The customer is a North American start-up providing automatic security solutions for
businesses and government institutions. The company actively adopts a machine learning approach for real-time
object detection and action recognition tasks in video streams from their customers’ security cameras.
The customer’s company was developing a brand new security solution for outdoor
surveillance. The MERA team was tasked to create a PoC (proof of concept) for action recognition using machine
learning techniques. MERA experts had to deliver the solution at short notice operating with limited resources,
including both design resource for implementation and hardware resources for the selected platform.
Action recognition is known to be an unsolved problem until now with limited accuracy of
state-of-the-art solutions. One reason for this is lack of good datasets for such tasks. Thus, our specialists had
to deal with less than 30 min of videos available for labeling. The other problem is that the system should
recognize actions from different angles of the camera. The MERA team had to cope with both issues.
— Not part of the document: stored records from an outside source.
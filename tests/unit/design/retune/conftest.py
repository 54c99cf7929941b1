"""A board by formulas in place of the field solver: a parallel resonance that follows loop, slab and etching.

Retuning is tested on it because everything about it is known. Only the numbers below are invented; that a loop
resonates where its mean line is one guided wavelength long is the textbook's (Balanis, Antenna Theory, 4th ed.,
section 5.3).
"""

from __future__ import annotations

from collections.abc import Callable, Mapping, Sequence
from dataclasses import dataclass
from pathlib import Path
from typing import Any

import numpy as np
import pytest
from numpy.typing import NDArray

from planar.brief import read_brief
from planar.copper.tabs import PAIRS
from planar.design.choices import Choices
from planar.design.design import Design, make_design
from planar.design.retune.board_model import BoardModel, compared
from planar.design.retune.inferred import Inferred, inferred
from planar.design.retune.unknowns import COAX_SPEED, Plane, unstated_plane
from planar.design.spread_boards import Question, _places
from planar.design.spread_model import fitted_surface
from planar.design.tolerances import board_with
from planar.design.workers import Workers
from planar.library import Library
from planar.network.grade import grade
from planar.network.measured import Measured
from planar.network.plane import Launch
from planar.network.response import Response, reflection
from planar.stackup import loss_tangent
from planar.units import SPEED_OF_LIGHT

Array = NDArray[np.float64]
Complex = NDArray[np.complex128]

EXAMPLE = Path(__file__).parents[4] / "examples" / "workshop-loop.toml"
LIBRARY = Library.open()
FILL, THINNER, NARROWER = 0.35, 0.5, -0.02
COVERED = 0.25
TAB = 0.005
RESISTANCE, QUALITY = 105.0, 7.0
POINTS = 201


def resonance(choices: Choices, dimensions: Mapping[str, float]) -> float:
    """Hz: one wavelength on the mean line, in a part of the slab."""
    slab = choices.stackup.substrate
    perimeter = 2.0 * (dimensions["loop_width"] + dimensions["loop_height"]) - 1.7 * dimensions["corner_radius"]
    filled = FILL * (slab.thickness / 1e-3) ** THINNER
    eps = 1.0 + filled * (slab.permittivity(choices.centre).real - 1.0) + covered(choices)
    trace = (dimensions["trace_width"] / 1.5e-3) ** NARROWER
    return 1.30 * SPEED_OF_LIGHT / perimeter / np.sqrt(eps) * trace


def covered(choices: Choices) -> float:
    """What a cover adds to the effective permittivity: less with each millimetre of air below it."""
    gap = choices.stackup.find("cover-gap")
    if choices.stackup.find("cover") is None:
        return 0.0
    return COVERED * float(np.exp(-(0.0 if gap is None else gap.thickness) / 3e-3))


def impedance(choices: Choices, dimensions: Mapping[str, float], frequency: Array) -> Complex:
    """Of a parallel resonance, ohm (n,) at `frequency` (n,) Hz; a wider gap raises its resistance a little."""
    f0 = resonance(choices, dimensions)
    loss = 1.0 + 5.0 * loss_tangent(choices.stackup.substrate.permittivity(choices.centre))
    resistance = RESISTANCE / loss * (dimensions["gap"] / 1e-3) ** 0.05
    return np.asarray(resistance / (1.0 + 1j * QUALITY * (frequency / f0 - f0 / frequency)), dtype=np.complex128)


def formula_terms(
    choices: Choices, dimensions: Mapping[str, float], question: Question, higher: float = 1.0
) -> Complex:
    return reflection(impedance(choices, dimensions, question.frequencies / higher), question.reference)


def formula_solved(task: tuple[Any, ...]) -> Complex:
    """In place of `solved_terms` and its like: choices, dimensions or artwork, effort, question."""
    choices, made, _, question = task
    if isinstance(made, Mapping):
        return formula_terms(choices, made, question)
    return formula_terms(choices, made.dimensions, question, (1.0 + TAB) ** (PAIRS - made.tabs))


@dataclass(frozen=True)
class FormulaWorkers(Workers):
    """Answers for boards by the formulas above; nothing is solved."""

    def each(self, function: Callable[[Any], Any], items: Sequence[Any]) -> list[Any]:
        return [formula_solved(item) for item in items]

    def beside(self, function: Callable[[Any], Any], item: Any) -> Callable[[], Any]:
        return lambda: formula_solved(item)


@dataclass(frozen=True, eq=False)
class FormulaModel(BoardModel):
    """A model of boards by formulas."""

    def exact(self, deviations: Array) -> Complex | None:
        return formula_terms(*built(self.question, deviations), self.question)


def built(question: Question, deviations: Array) -> tuple[Choices, dict[str, float]]:
    """The board at deviations (d,)."""
    return board_with(question.choices, question.dimensions, question.quantities, deviations)


@pytest.fixture(scope="session")
def design() -> Design:
    return make_design(read_brief(EXAMPLE, LIBRARY), LIBRARY, str(EXAMPLE))


@pytest.fixture(scope="session")
def model(design: Design) -> FormulaModel:
    return formula_model(design)


def formula_model(design: Design) -> FormulaModel:
    """The model of `design` by formulas."""
    question = compared(design.choices, design.dimensions)
    units = np.eye(len(question.quantities))
    terms = {
        (number, place): formula_terms(*built(question, place * units[number]), question)
        for number, quantity in enumerate(question.quantities)
        for place in _places(quantity)
    }
    nominal = formula_terms(question.choices, question.dimensions, question)
    changes: list[dict[float, Complex]] = [{} for _ in units]
    for (number, place), found in terms.items():
        changes[number][place] = found - nominal
    return FormulaModel(question, fitted_surface(nominal, changes, {}), 0.001, 0.0)


@dataclass(frozen=True)
class Bench:
    """Measures boards by formulas behind a line, and infers them again."""

    model: FormulaModel

    def deviations(self, **values: float) -> Array:
        """Deviations (d,) of the quantities whose names begin with these words, `_` for blanks."""
        names = [each.name.replace(" ", "_") for each in self.model.question.quantities]
        return np.array([next((v for k, v in values.items() if name.startswith(k)), 0.0) for name in names])

    def measured(self, deviations: Array, launch: Launch, *, noise: float = 0.003, seed: int = 1) -> Measured:
        """201 points over 28 % against 50 ohm."""
        centre = self.model.choices.centre
        frequency = np.linspace(0.86 * centre, 1.14 * centre, POINTS)
        seen = launch.seen(
            frequency, reflection(impedance(*built(self.model.question, deviations), frequency), 50.0), 50.0
        )
        random = np.random.default_rng(seed)
        dirt = random.standard_normal((2, POINTS)) * noise / np.sqrt(2.0)
        return Measured(Response(frequency, seen + dirt[0] + 1j * dirt[1], 50.0), ())

    def inferred(self, measured: Measured, plane: Plane | None = None) -> Inferred:
        graded = grade(measured, self.model.choices.brief.target.band)
        return inferred(self.model, measured, graded, plane or unstated_plane())


@pytest.fixture(scope="session")
def bench(model: FormulaModel) -> Bench:
    return Bench(model)


@pytest.fixture(scope="session")
def low_board(bench: Bench) -> Inferred:
    """A board that came out low behind 30 mm of coax: more permittivity, a thicker slab."""
    deviations = bench.deviations(laminate_permittivity=0.6, dielectric_thickness=0.5)
    return bench.inferred(bench.measured(deviations, Launch(0.03 / COAX_SPEED, 0.05, bench.model.choices.centre)))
Bearing in mind limited hardware capabilities and lack of dataset provided by the customer,
MERA engineers conducted a brief study to determine potential solutions which can show appropriate results with a
limited dataset. Several neural network architectures were selected as possible candidates for PoC, including:
activity detection based on the single frame using CNN, activity detection using multiple frames. The last option
showed more promising results during experiments. Therefore, the MERA team had checked a few other options: 3DCNN
Eventually, the most encouraging results were demonstrated by an approach combining transfer
learning (using pre-trained Inception v3 model), and LSTM. This model was selected as the final solution for PoC.
MERA provided the customers with the reliable Proof of Concept they needed for further
solution development. Our experts successfully accomplished the task in as little as 3 months, despite resource
constraints and lack of dataset. The models were integrated into the web server allowing the customers to perform
live-action demonstrations for their clients.